Eventual consistency and session consistency

  • Eventual consistency: Apsara PolarDB synchronizes data from the primary node to read-only nodes by using asynchronous physical replication. Updates to the primary node are replicated to read-only nodes. In most cases, data changes are synchronized to read-only nodes with a latency of a few milliseconds. The latency is based on the load of write requests on the primary node. This allows you to achieve eventual consistency through asynchronous replication.
  • Session consistency: Session consistency is used to fix the issue of data inconsistency that occurs before eventual consistency is achieved. Physical replication is fast. Based on this feature, Apsara PolarDB can be used to forward requests to the read-only nodes that have completed asynchronous replication. For more information, see How it works.

Session consistency based on read/write splitting

Apsara PolarDB runs in a read/write splitting architecture. Traditional read/write splitting allows you to ensure only eventual consistency. Latency exists between updates to the primary node and replication to read-only nodes. This may result in different responses that are returned by different nodes for the same query. For example, you can execute the following statements within a session:

INSERT INTO t1(id, price) VALUES(111, 96);
UPDATE t1 SET price = 100 WHERE id=111;
SELECT price FROM t1;

In this example, the result of the last query may be invalid because Apsara PolarDB may send the SELECT request to a read-only node where data has not been updated. To avoid this issue, you must make changes to your applications instead of Apsara PolarDB. The most common solution is to divide your workloads. For the workloads that require high consistency, requests are sent to only the primary node. Otherwise, for the workloads that require eventual consistency, write requests are sent to the primary node and read requests are sent to read-only nodes. However, this solution makes application development more complex, increases the load on the primary node, and compromises the read/write splitting performance.

To address this issue, Apsara PolarDB provides session consistency. Within the same session, read requests are sent to read-only nodes where data has been updated. In this way, statements are used to query only the up-to-date data on read-only nodes.

How it works

How it works

Apsara PolarDB uses a proxy to achieve read-write splitting, load balancing, and read consistency. The proxy can be used to track the log sequence number (LSN) of the redo log on each node.

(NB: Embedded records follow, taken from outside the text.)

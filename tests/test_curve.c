/*
 * Unit tests for curve.c.  Outside references: exact enumeration of every
 * subset of small universes (the mean and spread of the portfolio variance,
 * and of the tracking error), the published tables of Elton & Gruber (1977)
 * and Statman (1987) (from memory, design.md section 11), and hand-written
 * expectations for the size-list grammar.
 */
#define _POSIX_C_SOURCE 200809L /* open_memstream */
#include <math.h>
#include <stdio.h>
#include <stdlib.h>
#include <setjmp.h>
#include <stdarg.h>
#include <stddef.h>
#include <stdint.h>
#include <string.h>
#include <cmocka.h>

#include <gsl/gsl_errno.h>

#include "fixture.h"
#include "heapcheck.h"
#include "holdcount/curve.h"
#include "holdcount/memory.h"
#include "holdcount/report.h"
#include "holdcount/sampler.h"

static void assert_close(double got, double want, double scale, double rel)
{
	if (!(fabs(got - want) <= rel * fmax(fabs(want), scale)))
		fail_msg("got %.17g, want %.17g (rel %.3g)", got, want, rel);
}

struct enumeration {
	long double mean_var[16], var_var[16], mean_te2[16];
};

/* Every subset of the m securities (m <= 15), by bit mask: the portfolio
 * variance X/N^2 and the squared tracking error against the universe's
 * equal-weight portfolio, (w_S - 1/M)' A (w_S - 1/M), averaged per N;
 * the spread is the population variance over the C(M, N) subsets. */
static void enumerate(const double *a, size_t m, struct enumeration *e)
{
	long double sum[16] = {0}, sum2[16] = {0}, te[16] = {0}, count[16] = {0};
	unsigned long mask, top = 1UL << m;
	size_t i, j, n;
	double w[16];

	for (mask = 1; mask < top; mask++) {
		long double x = 0, q = 0, v;
		n = (size_t)__builtin_popcountl(mask);
		for (i = 0; i < m; i++)
			w[i] = ((mask >> i) & 1 ? 1.0 / n : 0.0) - 1.0 / m;
		for (i = 0; i < m; i++)
			for (j = 0; j < m; j++) {
				if (((mask >> i) & 1) && ((mask >> j) & 1))
					x += a[i * m + j];
				q += (long double)w[i] * a[i * m + j] * w[j];
			}
		v = x / ((long double)n * n);
		sum[n] += v;
		te[n] += q;
		count[n] += 1;
		(void)sum2;
	}
	for (n = 1; n <= m; n++) {
		e->mean_var[n] = sum[n] / count[n];
		e->mean_te2[n] = te[n] / count[n];
	}
	/* Second pass for the spread: two-pass variance over the subsets. */
	for (mask = 1; mask < top; mask++) {
		long double x = 0, d;
		n = (size_t)__builtin_popcountl(mask);
		for (i = 0; i < m; i++)
			for (j = 0; j < m; j++)
				if (((mask >> i) & 1) && ((mask >> j) & 1))
					x += a[i * m + j];
		d = x / ((long double)n * n) - e->mean_var[n];
		sum2[n] += d * d;
	}
	for (n = 1; n <= m; n++)
		e->var_var[n] = sum2[n] / count[n];
}

/* (a) Exact mean and sd of the portfolio variance, and E[TE^2], against
 * enumeration of all 2^M - 1 subsets, every N, 1e-12 relative.  The
 * enumeration is the outside reference; both shapes (Gram route, T < M,
 * and matrix route, T >= M) are covered. */
static void check_enumeration(size_t m, size_t t, unsigned long seed, int route)
{
	struct universe *u = fixture_random_universe(m, t, seed);
	double a[256], sd;
	struct enumeration e;
	struct moments mo;
	struct hc_error err;
	size_t n;

	assert_non_null(u);
	fixture_covariance(u, a);
	enumerate(a, m, &e);
	assert_int_equal(hc_moments_from_universe(&mo, u, &err), HC_OK);
	assert_int_equal(mo.route, route);
	for (n = 1; n <= m; n++) {
		assert_close(hc_curve_expected_variance(&mo, (double)n), (double)e.mean_var[n], 0, 1e-12);
		assert_int_equal(hc_curve_variance_sd(&mo, n, &sd, &err), HC_OK);
		if (n == m)
			assert_true(sd == 0.0); /* one subset: no spread at all */
		else
			assert_close(sd, sqrt((double)e.var_var[n]), 0, 1e-12);
		assert_close(hc_curve_expected_te2(&mo, (double)n), (double)e.mean_te2[n],
			     (double)e.mean_te2[1], 1e-12);
	}
	/* At N = M the expectation is the equal-weight universe variance. */
	assert_close(hc_curve_expected_variance(&mo, (double)m), mo.universe_variance, 0, 1e-12);
	fixture_free(u);
}

static void test_curve_exact_matches_enumeration(void **state)
{
	check_enumeration(11, 7, 2385, MOMENTS_ROUTE_GRAM);
	check_enumeration(10, 23, 4711, MOMENTS_ROUTE_MATRIX);
	check_enumeration(12, 5, 314159, MOMENTS_ROUTE_GRAM);
}

/* Tiny universes (M = 2, 3) exercise the p_3 = p_4 = 0 cases. */
static void test_curve_tiny_universes(void **state)
{
	double sd;
	struct enumeration e;
	struct moments mo;
	struct hc_error err;
	size_t m, n;
	const double a3[9] = {0.0412, 0.0071, -0.0033, 0.0071, 0.0237, 0.0058, -0.0033, 0.0058, 0.0659};
	double a[9];

	for (m = 2; m <= 3; m++) {
		size_t i, j;
		for (i = 0; i < m; i++)
			for (j = 0; j < m; j++)
				a[i * m + j] = a3[i * 3 + j];
		enumerate(a, m, &e);
		assert_int_equal(hc_moments_from_source(&mo, fixture_matrix(a, m), &err), HC_OK);
		for (n = 1; n <= m; n++) {
			assert_int_equal(hc_curve_variance_sd(&mo, n, &sd, &err), HC_OK);
			assert_close(sd, sqrt((double)e.var_var[n]), 1e-18, 1e-12);
			assert_close(hc_curve_expected_variance(&mo, (double)n), (double)e.mean_var[n], 0, 1e-12);
		}
	}
}

/* (d) Elton & Gruber (1977), "Risk Reduction and Portfolio Size: An
 * Analytical Solution", Journal of Business 50(4): their table follows
 * 46.619/N + 7.058(1 - 1/N); rows N = 1, 10 and the limit read 46.619,
 * 11.014 and 7.058 (values from memory; the table is rounded, so 0.002).
 * Statman (1987), "How Many Stocks Make a Diversified Portfolio?", JFQA
 * 22(3): 49.236% at N = 1, 23.932% at 10 and 19.158% in the limit, the same
 * averages annualised with 52 weeks (from memory; within 0.002). */
static void test_curve_published_tables(void **state)
{
	const size_t sizes[] = {1, 10, 1000000};
	struct moments mo;
	struct curve *c;
	struct hc_error err;

	assert_int_equal(hc_moments_from_summary(&mo, 46.619, 7.058, 0, &err), HC_OK);
	assert_int_equal(hc_curve_exact(&c, &mo, sizes, 3, 1.0, &err), HC_OK);
	assert_true(fabs(c->points[0].expected_variance - 46.619) < 0.002);
	assert_true(fabs(c->points[1].expected_variance - 11.014) < 0.002);
	assert_true(fabs(c->floor_variance - 7.058) < 0.002);
	assert_true(fabs(c->points[2].expected_variance - 7.058) < 0.002);
	assert_true(isnan(c->points[0].variance_sd)); /* summary: no spread */
	assert_false(c->points[0].sampled);
	hc_curve_free(c);

	assert_int_equal(hc_curve_exact(&c, &mo, sizes, 3, 52.0, &err), HC_OK);
	assert_true(fabs(c->points[0].expected_sd - 49.236) < 0.002);
	assert_true(fabs(c->points[1].expected_sd - 23.932) < 0.002);
	assert_true(fabs(sqrt(c->floor_variance) - 19.158) < 0.002);
	assert_true(c->m == 0 && c->periods_per_year == 52.0);
	hc_curve_free(c);
}

/* Scaling: variance by P, sd by sqrt(P); the diversifiable share and the
 * tracking error follow their definitions in design.md section 2. */
static void test_curve_exact_columns_and_scaling(void **state)
{
	const size_t sizes[] = {1, 4, 9, 25};
	struct moments mo;
	struct curve *c;
	struct hc_error err;
	double vbar = 0.00873, cbar = 0.00219, ev, sd;
	size_t i;

	assert_int_equal(hc_moments_from_summary(&mo, vbar, cbar, 25, &err), HC_OK);
	assert_int_equal(hc_curve_exact(&c, &mo, sizes, 4, 12.0, &err), HC_OK);
	assert_int_equal(c->npoints, 4);
	for (i = 0; i < 4; i++) {
		double n = (double)sizes[i];
		ev = vbar / n + (1 - 1 / n) * cbar;
		assert_int_equal(c->points[i].n, sizes[i]);
		assert_close(c->points[i].expected_variance, 12 * ev, 0, 1e-15);
		assert_close(c->points[i].expected_sd, sqrt(12 * ev), 0, 1e-15);
		assert_close(c->points[i].diversifiable_share, (vbar - cbar) / n / ev, 0, 1e-14);
		assert_close(c->points[i].expected_tracking_error,
			     sqrt(12 * (vbar - cbar) * (1 / n - 1 / 25.0)), 1e-300, 1e-14);
	}
	assert_true(c->points[3].expected_tracking_error == 0.0);
	assert_close(c->universe_variance, 12 * (vbar / 25 + cbar * 24 / 25), 0, 1e-14);
	hc_curve_free(c);
	assert_int_equal(hc_curve_variance_sd(&mo, 3, &sd, &err), HC_EUSAGE);
}

/* Equivalent count inverts the expected-variance curve (to 1e-9); at or
 * below the floor there is no such count. */
static void test_curve_equivalent_count(void **state)
{
	struct moments mo;
	struct hc_error err;
	const double ns[] = {1.0, 2.385, 17.0, 250.5};
	double n_eq;
	size_t i;

	assert_int_equal(hc_moments_from_summary(&mo, 0.0612, 0.0094, 0, &err), HC_OK);
	for (i = 0; i < 4; i++) {
		assert_int_equal(hc_curve_equivalent_count(&mo, hc_curve_expected_variance(&mo, ns[i]), &n_eq), 0);
		assert_close(n_eq, ns[i], 0, 1e-9);
	}
	assert_int_equal(hc_curve_equivalent_count(&mo, 0.0094, &n_eq), -1);
	assert_int_equal(hc_curve_equivalent_count(&mo, 0.0031, &n_eq), -1);
}

static void test_curve_exact_rejects_bad_sizes(void **state)
{
	const size_t big[] = {3, 26}, zero[] = {0};
	struct moments mo;
	struct curve *c = (struct curve *)&mo;
	struct hc_error err;
	double sd;

	assert_int_equal(hc_moments_from_summary(&mo, 0.0412, 0.0101, 25, &err), HC_OK);
	assert_int_equal(hc_curve_exact(&c, &mo, big, 2, 12.0, &err), HC_EUSAGE);
	assert_null(c);
	assert_string_equal(err.message, "size 26 is larger than the 25 securities kept");
	assert_int_equal(hc_curve_exact(&c, &mo, zero, 1, 12.0, &err), HC_EUSAGE);
	assert_int_equal(hc_curve_exact(&c, &mo, big, 1, 0.0, &err), HC_EUSAGE);
	assert_int_equal(hc_curve_exact(&c, &mo, big, 1, NAN, &err), HC_EUSAGE);
	{
		const double a[4] = {0.0412, 0.0071, 0.0071, 0.0237};
		assert_int_equal(hc_moments_from_source(&mo, fixture_matrix(a, 2), &err), HC_OK);
		assert_int_equal(hc_curve_variance_sd(&mo, 3, &sd, &err), HC_EUSAGE);
		assert_int_equal(hc_curve_variance_sd(&mo, 0, &sd, &err), HC_EUSAGE);
	}
	hc_curve_free(NULL);
}

static void expect_sizes(const char *text, size_t max, const size_t *want, size_t nwant)
{
	size_t *got, n, i;
	struct hc_error err;

	assert_int_equal(hc_curve_parse_sizes(text, max, &got, &n, &err), HC_OK);
	assert_int_equal(n, nwant);
	for (i = 0; i < n; i++)
		assert_int_equal(got[i], want[i]);
	hc_free(got);
}

static void expect_bad_sizes(const char *text, size_t max, int code, const char *message)
{
	size_t *got = (size_t *)&max, n = 99;
	struct hc_error err;

	assert_int_equal(hc_curve_parse_sizes(text, max, &got, &n, &err), code);
	assert_null(got);
	assert_int_equal(n, 0);
	assert_string_equal(err.message, message);
}

static void test_curve_parse_sizes(void **state)
{
	const size_t a[] = {1, 2, 5, 6, 7, 8, 50, 100};
	const size_t b[] = {3, 4, 5, 9};
	const size_t c[] = {412};

	expect_sizes("1,2,5-8,50,100", 412, a, 8);
	expect_sizes("100,5-8,2,50,1,6,6", 0, a, 8);      /* any order, duplicates once */
	expect_sizes(" 9 , 3-5,4", 10, b, 4);
	expect_sizes("412", 412, c, 1);
	expect_bad_sizes("1,x,3", 412, HC_EUSAGE, "bad size list: 'x' is not a count");
	expect_bad_sizes("1,900", 412, HC_EUSAGE, "size 900 is larger than the 412 securities kept");
	expect_bad_sizes("5-900", 412, HC_EUSAGE, "size 900 is larger than the 412 securities kept");
	expect_bad_sizes("0", 412, HC_EUSAGE, "bad size list: '0' is not a count");
	expect_bad_sizes("1,,2", 412, HC_EUSAGE, "bad size list: '' is not a count");
	expect_bad_sizes("", 412, HC_EUSAGE, "bad size list: '' is not a count");
	expect_bad_sizes("-3", 412, HC_EUSAGE, "bad size list: '-3' is not a count or a range of counts");
	expect_bad_sizes("2.5", 412, HC_EUSAGE, "bad size list: '2.5' is not a count");
	expect_bad_sizes("30-5", 412, HC_EUSAGE, "bad size list: range '30-5' runs backwards");
	expect_bad_sizes("99999999999999999999999", 0, HC_EUSAGE,
			 "bad size list: '99999999999999999999999' is not a count");
	/* A bound on the list, not on the sizes (an unbounded universe). */
	expect_bad_sizes("1-3000000000", 0, HC_EUSAGE, "bad size list: '1-3000000000' names more than 1000000 sizes");
	expect_bad_sizes("1-999999,5-6", 0, HC_EUSAGE, "bad size list: '5-6' names more than 1000000 sizes");
	expect_bad_sizes("1-18446744073709551615", 0, HC_EUSAGE,
			 "bad size list: '1-18446744073709551615' is not a count or a range of counts");
	{
		const size_t one_big[] = {3000000000UL};
		expect_sizes("3000000000", 0, one_big, 1);
	}
	hc_alloc_fail_after(0);
	expect_bad_sizes("1-5", 0, HC_ENOMEM, "out of memory for the size list");
	hc_alloc_fail_after(-1);
}

static void test_curve_default_sizes(void **state)
{
	const size_t g1000[] = {1, 2, 3, 4, 5, 6, 7, 8, 9, 10, 12, 15, 20, 25, 30, 40, 50, 60, 75,
				100, 120, 150, 200, 250, 300, 400, 500, 600, 750, 1000};
	const size_t g412[] = {1, 2, 3, 4, 5, 6, 7, 8, 9, 10, 12, 15, 20, 25, 30, 40, 50, 60, 75,
			       100, 120, 150, 200, 250, 300, 400, 412};
	size_t *s, n, i;
	struct hc_error err;

	assert_int_equal(hc_curve_default_sizes(1000, &s, &n, &err), HC_OK);
	assert_int_equal(n, sizeof g1000 / sizeof g1000[0]);
	for (i = 0; i < n; i++)
		assert_int_equal(s[i], g1000[i]);
	hc_free(s);
	assert_int_equal(hc_curve_default_sizes(0, &s, &n, &err), HC_OK); /* unbounded: to 1000 */
	assert_int_equal(n, sizeof g1000 / sizeof g1000[0]);
	assert_int_equal(s[n - 1], 1000);
	hc_free(s);
	assert_int_equal(hc_curve_default_sizes(412, &s, &n, &err), HC_OK);
	assert_int_equal(n, sizeof g412 / sizeof g412[0]);
	for (i = 0; i < n; i++)
		assert_int_equal(s[i], g412[i]);
	hc_free(s);
	assert_int_equal(hc_curve_default_sizes(7, &s, &n, &err), HC_OK);
	assert_int_equal(n, 7);
	assert_int_equal(s[6], 7);
	hc_free(s);
	assert_int_equal(hc_curve_default_sizes(11, &s, &n, &err), HC_OK);
	assert_int_equal(n, 11);
	assert_int_equal(s[10], 11);
	hc_free(s);
	hc_alloc_fail_after(0);
	assert_int_equal(hc_curve_default_sizes(11, &s, &n, &err), HC_ENOMEM);
	hc_alloc_fail_after(-1);
	assert_null(s);
}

Each time the log stored on the primary node is updated, the LSN of the log is updated as the session LSN. If a new read request is received within the same session, the proxy can be used to compare the session LSN and the LSN of the log stored on each node. Then, the proxy can be used to forward the request to a read-only node where the LSN is equal to or greater than the session LSN. Apsara PolarDB implements physical replication. After the primary node is used to process a write request, it returns the result to the client and replicates data to read-only nodes in parallel. This allows you to use read-only nodes to update data before subsequent read requests are received. Apsara PolarDB achieves read consistency without the need to handle the heavy load on the primary node.

Best practices for the use of consistency levels

We recommend that you use session consistency. This consistency level minimizes the impact on cluster performance and supports most scenarios.

The following solution applies if you want to achieve consistency among multiple sessions:

Use hints to force the primary node to run a specific statement.

eg: /*FORCE_MASTER*/ select * from user;